▶ GOAL OF THE EXERCISE
Across the entries below, determine how many lines include the word "items". State only the resulting number.

▶ DATASET EXTRACT

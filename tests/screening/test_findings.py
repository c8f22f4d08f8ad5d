"""Changing one thing flips one named verdict; nothing missing ever becomes a good one."""

from __future__ import annotations

from dataclasses import replace

import pytest

from screener.screening import screen, screen_many
from tests.screening.sample import (
    HEAVY,
    LIGHT,
    MONTHS,
    ZERO,
    blend,
    case,
    line,
    site,
    suction,
    tank,
    vent,
    verdicts,
)

LEGAL = "vapour-pressure.legal.us-40cfr60-kb"
LIGHTER = {"n-butane": 0.20, "isopentane": 0.25, "n-hexane": 0.25, "toluene": 0.15, "isooctane": 0.15}


@pytest.fixture(scope="module")
def flips():
    """All variants in one batch: name -> verdicts."""
    variants = {
        "base": case(),
        "floating": case(tank=tank(kind="internal-floating-roof")),
        "light july": case(blend=blend(LIGHTER)),
        "light january": case(blend=blend(LIGHTER), site=site(month="Jan")),
        "no ethanol": case(blend=blend(LIGHT), line=line(suction=suction(npsh_required=4.05))),
        "small vents": case(tank=tank(vents=(vent(rated_out=0.16),))),
        "higher level": case(
            tank=tank(levels=replace(tank().levels, low=5.0)), line=line(suction=suction(npsh_required=10.5))
        ),
        "same level": case(line=line(suction=suction(npsh_required=10.5))),
    }
    answers = screen_many(variants.values())
    return dict(zip(variants, map(verdicts, answers)))


def test_the_roof_flips_the_legal_finding(flips):
    assert flips["base"][LEGAL] == "beyond"
    assert flips["floating"][LEGAL] == "room"


def test_the_month_flips_boiling(flips):
    assert flips["light july"]["boiling.surface"] == "beyond"
    assert flips["light january"]["boiling.surface"] in ("near", "room")


def test_vent_size_flips_outbreathing(flips):
    assert flips["base"]["vents.outbreathing"] in ("near", "room")
    assert flips["small vents"]["vents.outbreathing"] == "beyond"


def test_the_lowest_level_flips_npsh(flips):
    assert flips["same level"]["npsh.pump"] == "beyond"
    assert flips["higher level"]["npsh.pump"] in ("near", "room")


def test_ethanol_flips_the_legal_finding_under_a_floating_roof():
    """A tenth of ethanol lifts a blend that just stays below 76.6 kPa to a value above it."""
    warm = tuple(
        replace(m, mean=m.mean + 9.0, mean_high=m.mean_high + 9.0, mean_low=m.mean_low + 9.0) for m in MONTHS
    )
    base = {"n-butane": 0.08, "isopentane": 0.24, "n-hexane": 0.24, "toluene": 0.15, "isooctane": 0.29}
    with_ethanol = {name: 0.9 * share for name, share in base.items()} | {"ethanol": 0.1}
    roof = tank(kind="internal-floating-roof", contents=None)
    answers = screen_many(
        case(blend=blend(b), tank=roof, site=site(months=warm)) for b in (base, with_ethanol)
    )
    first, second = (next(f for f in a.findings if f.id == LEGAL) for a in answers)
    assert first.verdict in ("near", "room") and second.verdict == "beyond", (first.value, second.value)


MISSING = [
    ("tank.surface", {"tank": tank(surface=None)}, "boiling.surface"),
    ("site.latitude", {"site": site(latitude=None)}, "boiling.surface"),
    ("site.months", {"site": site(months=())}, LEGAL),
    ("line.receipt.temperature", {"line": line(receipt=replace(line().receipt, temperature=None))}, "receipt.flash"),
    ("line.receipt.dissolved_gas", {"line": line(receipt=replace(line().receipt, dissolved_gas=None))}, "receipt.flash"),
    ("tank.contents.temperature", {"tank": tank(contents=replace(tank().contents, temperature=None))}, "boiling.surface"),
    ("tank.contents.volume", {"tank": tank(contents=replace(tank().contents, volume=None))}, "vapour-lock.suction"),
    ("line.draw.rate", {"line": line(draw_rate=None)}, "vapour-lock.suction"),
    ("line.suction.npsh_required", {"line": line(suction=suction(npsh_required=None))}, "npsh.pump"),
    ("line.suction.line_bore", {"line": line(suction=suction(line_bore=None))}, "npsh.pump"),
    ("rated_out_at", {"tank": tank(vents=(vent(rated_out_at=None),))}, "vents.outbreathing"),
    ("rated_in_at", {"tank": tank(vents=(vent(rated_in_at=None),))}, "vents.inbreathing"),
    ("tank.vents", {"tank": tank(vents=())}, "vents.outbreathing"),
    ("tank.design_pressure", {"tank": tank(design_overpressure=None)}, "vents.pressure-setting"),
    ("tank.design_vacuum", {"tank": tank(design_vacuum=None)}, "vents.vacuum-setting"),
    ("screening.criteria", {"criteria": ()}, "vapour-pressure.legal"),
]  # fmt: skip


@pytest.mark.parametrize(("named", "changes", "finding"), MISSING, ids=[f"{m[0]}-{m[2]}" for m in MISSING])
def test_a_missing_input_is_unknown_and_named(named, changes, finding):
    found = {f.id: f for f in screen(case(**changes)).findings}[finding]
    assert found.verdict == "unknown"
    assert named in found.reason


def test_ambient_alone_leaves_the_legal_finding_unknown():
    result = verdicts(screen(case(site=site(months=(), month=None))))
    assert result[LEGAL] == "unknown"
    assert result["boiling.surface"] in ("room", "near")


def test_a_typical_ambient_range_never_gives_room_to_a_hottest_day_finding():
    typical = verdicts(screen(case(site=site(ambient=replace(site().ambient, meaning="typical")))))
    design = verdicts(screen(case()))
    for finding in ("boiling.surface", "vapour-lock.suction", "npsh.pump", "vents.outbreathing"):
        assert (design[finding], typical[finding]) == ("room", "near"), finding


def test_a_hot_vapour_space_is_unknown():
    hot = case(tank=tank(vapour_space_temperature=ZERO + 52.0))
    found = {f.id: f for f in screen(hot).findings}
    assert found["vents.outbreathing"].verdict == found["vents.inbreathing"].verdict == "unknown"
    assert "48.9 degC" in found["vents.outbreathing"].reason


def test_vapour_pressure_over_half_the_barometer_caps_outbreathing():
    big = tank(vents=(vent(rated_out=5.0, rated_in=5.0),), contents=None)
    quiet, lively = (
        {f.id: f for f in screen(case(blend=blend(b), tank=big)).findings}["vents.outbreathing"]
        for b in (HEAVY, LIGHTER)
    )
    assert quiet.verdict == "room"
    assert lively.verdict in ("near", "unknown")
    lively_january = screen(case(blend=blend(LIGHTER), tank=big, site=site(month="Mar")))
    march = {f.id: f for f in lively_january.findings}["vents.outbreathing"]
    assert march.verdict == "near" and "P/(P - Pv)" in march.reason


def test_external_roof_and_pressure_vessel_are_skipped_not_good():
    outside = verdicts(screen(case(tank=tank(kind="external-floating-roof"))))
    assert outside["vents.outbreathing"] == outside["vents.inbreathing"] == "skipped"
    vessel = verdicts(screen(case(tank=tank(kind="pressure-vessel"))))
    assert vessel["boiling.surface"] == "skipped"
    assert "room" not in {
        v for key, v in vessel.items() if key.startswith(("boiling", "vapour-pressure", "receipt"))
    }


def test_every_finding_carries_the_method_spread():
    """Plus and minus 5 % of vapour pressure at least, until something better is measured."""
    for finding in screen(case()).findings:
        if finding.id.startswith(("boiling", "vapour-pressure", "receipt")):
            assert finding.low <= 0.95 * finding.value * (1 + 1e-12)
            assert finding.high >= 1.05 * finding.value * (1 - 1e-12)
            assert "method" in finding.range_covers


def test_headroom_does_what_it_says():
    """The share of butane that is said to restore room does so when it is put into the case."""
    shares = {"n-butane": 0.15, "isopentane": 0.14, "n-hexane": 0.24, "toluene": 0.23, "isooctane": 0.24}
    roof = tank(kind="external-floating-roof", contents=None)
    before = {f.id: f for f in screen(case(blend=blend(shares), tank=roof)).findings}["boiling.surface"]
    assert before.verdict == "near"
    cut = next(h for h in before.headroom if h.knob == "share of n-butane")
    z = dict(zip(blend(shares).names, blend(shares).z))
    scale = (1.0 - cut.value * (1.0 - 1e-6)) / (1.0 - z["n-butane"])
    less = {f"species:{k}": v * scale for k, v in z.items()} | {"species:n-butane": cut.value * (1.0 - 1e-6)}
    total = sum(less.values())
    from screener.blends import Blend

    after = Blend.of({k: v / total for k, v in less.items()}, basis="mole")
    again = {f.id: f for f in screen(case(blend=after, tank=roof)).findings}["boiling.surface"]
    assert again.verdict == "room"
    assert again.margin > before.margin


def test_a_sheet_without_vapour_pressure_gives_no_verdict_on_one():
    """The composition fitted to such a sheet has numbers everywhere; no verdict is taken from them."""
    fitted = replace(blend(LIGHT), vapour_pressure_known=False)
    found = {f.id: f for f in screen(case(blend=fitted, tank=tank(open_gauging=True, contents=None))).findings}
    resting = (
        "boiling",
        "vapour-pressure",
        "receipt",
        "vapour-lock",
        "npsh",
        "vents.outbreathing",
        "vapour-space.flam",
    )
    for finding in found.values():
        if finding.id.startswith(resting):
            assert finding.verdict == "unknown", finding.id
    assert "laboratory sheet" in found["boiling.surface"].reason
    mixed = replace(tank().contents, blend=replace(blend(HEAVY), vapour_pressure_known=False))
    assert verdicts(screen(case(tank=tank(contents=mixed))))["boiling.surface"] == "unknown"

▶ RESULT OF THIS EXERCISE
4